From the records below, give the number of lines that include the word "same". Add no other words.

=======

"""The experiment report's statistics against SciPy, hand-computed examples and simulation:
the Student t tail and quantile, Welch's t-test, Pearson's chi-square on a 2x2 table, Wilson's
interval, the power to find a planted difference and the false-positive rate on A/A traffic."""

from __future__ import annotations

import math

import numpy as np
import pytest
from scipy import special, stats

from service.experiment import (
    Z_975,
    Moments,
    beta_inc,
    label_share,
    mean_estimate,
    t_density,
    t_quantile,
    t_two_sided,
    two_shares,
    welch,
    wilson,
)

RTOL = 1e-9


def moments(values: np.ndarray) -> Moments:
    return Moments(
        int(values.size), float(values.mean()), float(((values - values.mean()) ** 2).sum())
    )


# -- special functions -------------------------------------------------------------------------


def test_incomplete_beta_matches_scipy() -> None:
    """Reference: scipy.special.betainc, from a = b = 0.1 to 3e6 and across (0, 1)."""
    rng = np.random.default_rng(11)
    for _ in range(2000):
        a, b = 10 ** rng.uniform(-1, 6.5, size=2)
        x = float(rng.uniform())
        expected = float(special.betainc(a, b, x))
        if expected < 1e-300:
            continue
        assert beta_inc(a, b, x) == pytest.approx(expected, rel=RTOL), (a, b, x)


@pytest.mark.parametrize("dof", [1.0, 1.5, 2.0, 3.7, 10.0, 29.5, 100.0, 1234.5, 1e5, 3e6])
def test_student_t_tail_matches_scipy(dof: float) -> None:
    """Reference: 2 * scipy.stats.t.sf(|t|, dof). Relative error <= 1e-9 down to p = 1e-250
    (the whole range tested: the continued fraction keeps relative precision in the tail).
    For |t| < 1e-4 SciPy's own tail drifts by a few 1e-9 near p = 1; the closed forms below
    check that region."""
    checked = 0
    for t in [1e-3, 0.1, 0.5, 1.0, 1.96, 2.5, 4.0, 7.0, 12.0, 30.0, 100.0, 1e3, 1e5]:
        expected = 2.0 * float(stats.t.sf(t, dof))
        if expected < 1e-250:
            continue
        checked += 1
        assert t_two_sided(t, dof) == pytest.approx(expected, rel=RTOL), t
        assert t_two_sided(-t, dof) == t_two_sided(t, dof)
    assert checked >= 8


def test_student_t_tail_closed_forms() -> None:
    """dof = 1 (Cauchy): P(|T| >= t) = 1 - 2 atan(t) / pi; dof = 2: 1 - t / sqrt(2 + t^2)
    (e.g. Johnson, Kotz & Balakrishnan, Continuous Univariate Distributions 2, ch. 28)."""
    for t in [1e-12, 1e-8, 1e-4, 0.3, 1.0, 3.0, 50.0, 1e4]:
        assert t_two_sided(t, 1.0) == pytest.approx(1 - 2 * math.atan(t) / math.pi, rel=1e-13)
        assert t_two_sided(t, 2.0) == pytest.approx(1 - t / math.sqrt(2 + t * t), rel=1e-9)
    # Far in the tail the closed forms cancel; their asymptotes are 2 / (pi t) and 1 / t^2.
    assert t_two_sided(1e9, 1.0) == pytest.approx(2 / (math.pi * 1e9), rel=1e-9)
    assert t_two_sided(1e9, 2.0) == pytest.approx(1e-18, rel=1e-9)


@pytest.mark.parametrize("dof", [1.0, 1.5, 2.0, 4.2, 9.0, 30.0, 250.0, 1e4, 1e6])
def test_student_t_quantile_matches_scipy(dof: float) -> None:
    """Reference: scipy.stats.t.ppf (and t.pdf for the density Newton's method uses)."""
    for probability in (0.5, 0.6, 0.9, 0.975, 0.995, 0.99999):
        expected = float(stats.t.ppf(probability, dof))
        assert t_quantile(probability, dof) == pytest.approx(expected, rel=RTOL, abs=1e-12)
        assert t_density(expected, dof) == pytest.approx(
            float(stats.t.pdf(expected, dof)), rel=RTOL
        )


def test_normal_quantile_constant() -> None:
    assert pytest.approx(float(stats.norm.ppf(0.975)), rel=1e-15) == Z_975


# -- Welch's t-test ----------------------------------------------------------------------------


def test_welch_hand_computed_example() -> None:
    """Control 1, 2, 3, 4 (mean 2.5, s^2 = 5/3); arm 3, 5, 7, 9, 11 (mean 7, s^2 = 10).
    By hand (Welch 1947; Satterthwaite 1946): se^2 = (5/3)/4 + 10/5 = 29/12;
    t = 4.5 / sqrt(29/12) = 2.894706...; df = (29/12)^2 / ((5/12)^2 / 3 + 2^2 / 4)
    = (841/144) / (25/432 + 1) = 2523/457 = 5.520788..."""
    result = welch(moments(np.array([1.0, 2, 3, 4])), moments(np.array([3.0, 5, 7, 9, 11])))
    assert result.difference == pytest.approx(4.5)
    assert result.statistic == pytest.approx(4.5 / math.sqrt(29 / 12), rel=1e-12)
    assert result.dof == pytest.approx(2523 / 457, rel=1e-12)
    # The p-value of t = 2.8947 on 5.52 dof lies between the table's two-sided 0.05 and 0.02
    # columns for 5 and 6 dof (t = 2.571 / 3.365 and 2.447 / 3.143).
    assert result.p_value is not None and 0.02 < result.p_value < 0.05
    assert result.ci95 is not None and result.ci95[0] > 0  # p < 0.05: the CI excludes 0


def _welch_reference(c: Moments, a: Moments) -> tuple[float, float, float, float]:
    """scipy.stats.ttest_ind_from_stats(equal_var=False), and the Welch-Satterthwaite df and
    CI half-width from scipy.stats.t.ppf (the function reports no df)."""
    sd_c, sd_a = math.sqrt(c.variance), math.sqrt(a.variance)
    ref = stats.ttest_ind_from_stats(a.mean, sd_a, a.n, c.mean, sd_c, c.n, equal_var=False)
    vc, va = c.variance / c.n, a.variance / a.n
    dof = (vc + va) ** 2 / (vc**2 / (c.n - 1) + va**2 / (a.n - 1))
    half = float(stats.t.ppf(0.975, dof)) * math.sqrt(vc + va)
    return float(ref.statistic), float(ref.pvalue), dof, half


def test_welch_matches_scipy_on_many_count_sets() -> None:
    """Reference: scipy.stats.ttest_ind_from_stats(equal_var=False) on 600 random count sets
    from n = 2 to 10^6 per arm, variance ratios up to 10^6 and effects up to p ~ 1e-200.
    Statistic, p-value and interval agree to a relative 1e-9."""
    rng = np.random.default_rng(2024)
    smallest = 1.0
    for _ in range(600):
        n_c, n_a = (int(v) for v in np.round(10 ** rng.uniform(np.log10(2), 6, size=2)))
        sd_c, sd_a = 10 ** rng.uniform(-3, 3, size=2)
        mean_c = float(rng.normal(0, 100))
        effect = float(rng.choice([0.0, 1e-3, 0.1, 1.0, 5.0, 30.0])) * rng.choice([-1, 1])
        se = math.sqrt(sd_c**2 / n_c + sd_a**2 / n_a)
        mean_a = mean_c + effect * se + float(rng.normal(0, se))
        c = Moments(n_c, mean_c, sd_c**2 * (n_c - 1))
        a = Moments(n_a, mean_a, sd_a**2 * (n_a - 1))
        statistic, p_value, dof, half = _welch_reference(c, a)
        ours = welch(c, a)
        assert ours.statistic == pytest.approx(statistic, rel=RTOL)
        assert ours.dof == pytest.approx(dof, rel=RTOL)
        if p_value > 1e-250:
            assert ours.p_value == pytest.approx(p_value, rel=RTOL), (c, a)
            smallest = min(smallest, p_value)
        else:
            assert ours.p_value is not None and ours.p_value < 1e-240
        assert ours.ci95 is not None and ours.difference is not None
        assert ours.ci95[1] - ours.difference == pytest.approx(half, rel=RTOL)
    assert smallest < 1e-12  # the comparison reached the far tail


def test_welch_degenerate_cases_give_reasons() -> None:
    one = Moments(1, 3.0, 0.0)
    some = Moments(10, 3.0, 9.0)
    flat = Moments(10, 3.0, 0.0)
    assert welch(one, some).p_value is None and welch(one, some).reason
    assert welch(some, Moments(0, 0.0, 0.0)).reason
    flat_result = welch(flat, Moments(5, 4.0, 0.0))
    assert flat_result.p_value is None and flat_result.difference == 1.0
    assert "variance" in (flat_result.reason or "")
    half_flat = welch(flat, some)  # one arm without variance is fine: se comes from the other
    assert half_flat.p_value == pytest.approx(1.0)
    assert mean_estimate(Moments(0, 0.0, 0.0)).reason
    single = mean_estimate(one)
    assert single.mean == 3.0 and single.ci95 is None and single.reason


def test_mean_interval_matches_scipy() -> None:
    """Reference: scipy.stats.t.interval(0.95, n - 1, loc=mean, scale=s / sqrt(n))."""
    rng = np.random.default_rng(3)
    for n in (2, 3, 10, 1000):
        values = rng.normal(5, 2, size=n)
        ours = mean_estimate(moments(values))
        low, high = stats.t.interval(0.95, n - 1, loc=values.mean(), scale=stats.sem(values))
        assert ours.ci95 is not None
        assert ours.ci95 == pytest.approx((low, high), rel=RTOL)
        assert ours.sd == pytest.approx(float(values.std(ddof=1)), rel=1e-12)


# -- shares ------------------------------------------------------------------------------------


def test_wilson_hand_computed() -> None:
    """Wilson (1927) with no successes: the interval is [0, z^2 / (n + z^2)]; for n = 10,
    z = 1.959964: 3.841459 / 13.841459 = 0.277533. With k = n / 2 it is centred on 1/2 with
    half-width z / (1 + z^2/n) * sqrt(1/(4n) + z^2/(4n^2)); n = 20: 1 + 3.841459/20 = 1.192073,
    sqrt(0.0125 + 0.002400912) = 0.1220693, 1.959964 / 1.192073 * 0.1220693 = 0.2007020."""
    low, high = wilson(0, 10)
    assert low == 0.0 and high == pytest.approx(3.841459 / 13.841459, rel=1e-6)
    low, high = wilson(10, 20)
    assert (low + high) / 2 == pytest.approx(0.5, rel=1e-12)
    assert (high - low) / 2 == pytest.approx(0.2007020, rel=1e-6)


def test_wilson_matches_scipy() -> None:
    """Reference: scipy.stats.binomtest(k, n).proportion_ci(method="wilson")."""
    for k, n in [(0, 1), (1, 1), (3, 7), (50, 100), (1, 10_000), (999_999, 1_000_000)]:
        ci = stats.binomtest(k, n).proportion_ci(confidence_level=0.95, method="wilson")
        assert wilson(k, n) == pytest.approx((ci.low, ci.high), rel=RTOL, abs=1e-15)
    assert label_share(0, 0).share is None


def test_two_shares_match_scipy_chi2_contingency() -> None:
    """Reference: scipy.stats.chi2_contingency(correction=False) on the 2x2 table, from a
    handful of outcomes to 10^7 per arm; statistic and p-value to a relative 1e-9."""
    rng = np.random.default_rng(9)
    tables = [(5, 15, 7, 10), (1, 2, 1, 3), (0, 40, 12, 40), (480, 1000, 520, 1000)]
    for _ in range(400):
        n_c, n_a = (int(v) for v in np.round(10 ** rng.uniform(0.5, 7, size=2)))
        share = float(rng.uniform(0.001, 0.999))
        shift = float(rng.choice([0.0, 0.001, 0.01, 0.1]))
        tables.append(
            (
                int(rng.binomial(n_c, share)),
                n_c,
                int(rng.binomial(n_a, min(1.0, share + shift))),
                n_a,
            )
        )
    smallest = 1.0
    for hits_c, n_c, hits_a, n_a in tables:
        ours = two_shares(hits_c, n_c, hits_a, n_a)
        if hits_c + hits_a in (0, n_c + n_a):
            assert ours.p_value is None and ours.reason
            continue
        table = np.array([[hits_a, n_a - hits_a], [hits_c, n_c - hits_c]])
        statistic, p_value, dof, _ = stats.chi2_contingency(table, correction=False)
        assert dof == 1
        assert ours.statistic == pytest.approx(float(statistic), rel=RTOL)
        assert ours.p_value == pytest.approx(float(p_value), rel=RTOL, abs=1e-300)
        assert ours.difference == pytest.approx(hits_a / n_a - hits_c / n_c, abs=1e-15)
        smallest = min(smallest, float(p_value))
    assert smallest < 1e-12


def test_share_difference_interval_is_newcombes() -> None:
    """Newcombe (1998) method 10, built here from SciPy's Wilson intervals; and its worked
    example (Table II, 56/70 vs 48/80): 0.0524 to 0.3339."""
    ours = two_shares(48, 80, 56, 70)
    assert ours.ci95 == pytest.approx((0.0524, 0.3339), abs=5e-5)
    for hits_c, n_c, hits_a, n_a in [(3, 20, 9, 25), (0, 10, 4, 12), (700, 1000, 650, 1000)]:
        wc = stats.binomtest(hits_c, n_c).proportion_ci(method="wilson")
        wa = stats.binomtest(hits_a, n_a).proportion_ci(method="wilson")
        pc, pa = hits_c / n_c, hits_a / n_a
        low = pa - pc - math.hypot(pa - wa.low, wc.high - pc)
        high = pa - pc + math.hypot(wa.high - pa, pc - wc.low)
        assert two_shares(hits_c, n_c, hits_a, n_a).ci95 == pytest.approx((low, high), rel=1e-9)


# -- behaviour on simulated experiments --------------------------------------------------------


def test_welch_finds_a_planted_difference() -> None:
    """Power. Control N(0, 1), arm N(0.5, 1.5^2), n = 240 per arm. The normal approximation of
    the power of a two-sided level-0.05 test: se = sqrt((1 + 2.25) / 240) = 0.11637, so
    power = Phi(0.5 / 0.11637 - 1.95996) = Phi(2.3367) = 0.990. Over 200 seeded experiments
    the test must reject in at least 90 % (a binomial(200, 0.99) count falls below 180 with
    probability under 1e-15)."""
    rng = np.random.default_rng(7)
    n = 240
    rejected = 0
    for _ in range(200):
        control = moments(rng.normal(0.0, 1.0, size=n))
        arm = moments(rng.normal(0.5, 1.5, size=n))
        p_value = welch(control, arm).p_value
        assert p_value is not None
        rejected += p_value < 0.05
    assert rejected >= 180, rejected


def test_welch_holds_its_false_positive_rate_on_aa_traffic() -> None:
    """A/A with unequal sizes and spreads (the case Welch's test exists for; Student's pooled
    test would reject too often here): control n = 50, sd 2; arm n = 200, sd 1; same mean.
    Over 1000 seeded experiments the rejections at 0.05 must lie inside the central 99.9 %
    of binomial(1000, 0.05): [29, 74] (scipy.stats.binom.ppf(0.0005 / 0.9995, 1000, 0.05))."""
    rng = np.random.default_rng(8)
    rejected = 0
    for _ in range(1000):
        control = moments(rng.normal(3.0, 2.0, size=50))
        arm = moments(rng.normal(3.0, 1.0, size=200))
        p_value = welch(control, arm).p_value
        assert p_value is not None
        rejected += p_value < 0.05
    low, high = stats.binom.ppf([0.0005, 0.9995], 1000, 0.05)
    assert (low, high) == (29, 74)
    assert low <= rejected <= high, rejected


def test_share_test_power_and_aa_rate() -> None:
    """The same two checks for labels. Planted: 30 % vs 40 % accepted, n = 1000 per arm; the
    normal approximation gives power Phi(0.1 / sqrt(0.3 * 0.7 / 1000 + 0.4 * 0.6 / 1000)
    - 1.95996) = Phi(2.7541) = 0.997, so at least 180 of 200 must reject. A/A at 30 %: the
    rejections of 1000 experiments within the binomial bound [29, 74] as above."""
    rng = np.random.default_rng(10)
    rejected = 0
    for _ in range(200):
        result = two_shares(int(rng.binomial(1000, 0.3)), 1000, int(rng.binomial(1000, 0.4)), 1000)
        rejected += result.p_value is not None and result.p_value < 0.05
    assert rejected >= 180, rejected
    false = 0
    for _ in range(1000):
        result = two_shares(int(rng.binomial(400, 0.3)), 400, int(rng.binomial(600, 0.3)), 600)
        false += result.p_value is not None and result.p_value < 0.05
    assert 29 <= false <= 74, false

=======

◆ **ANSWER SECTION**: 2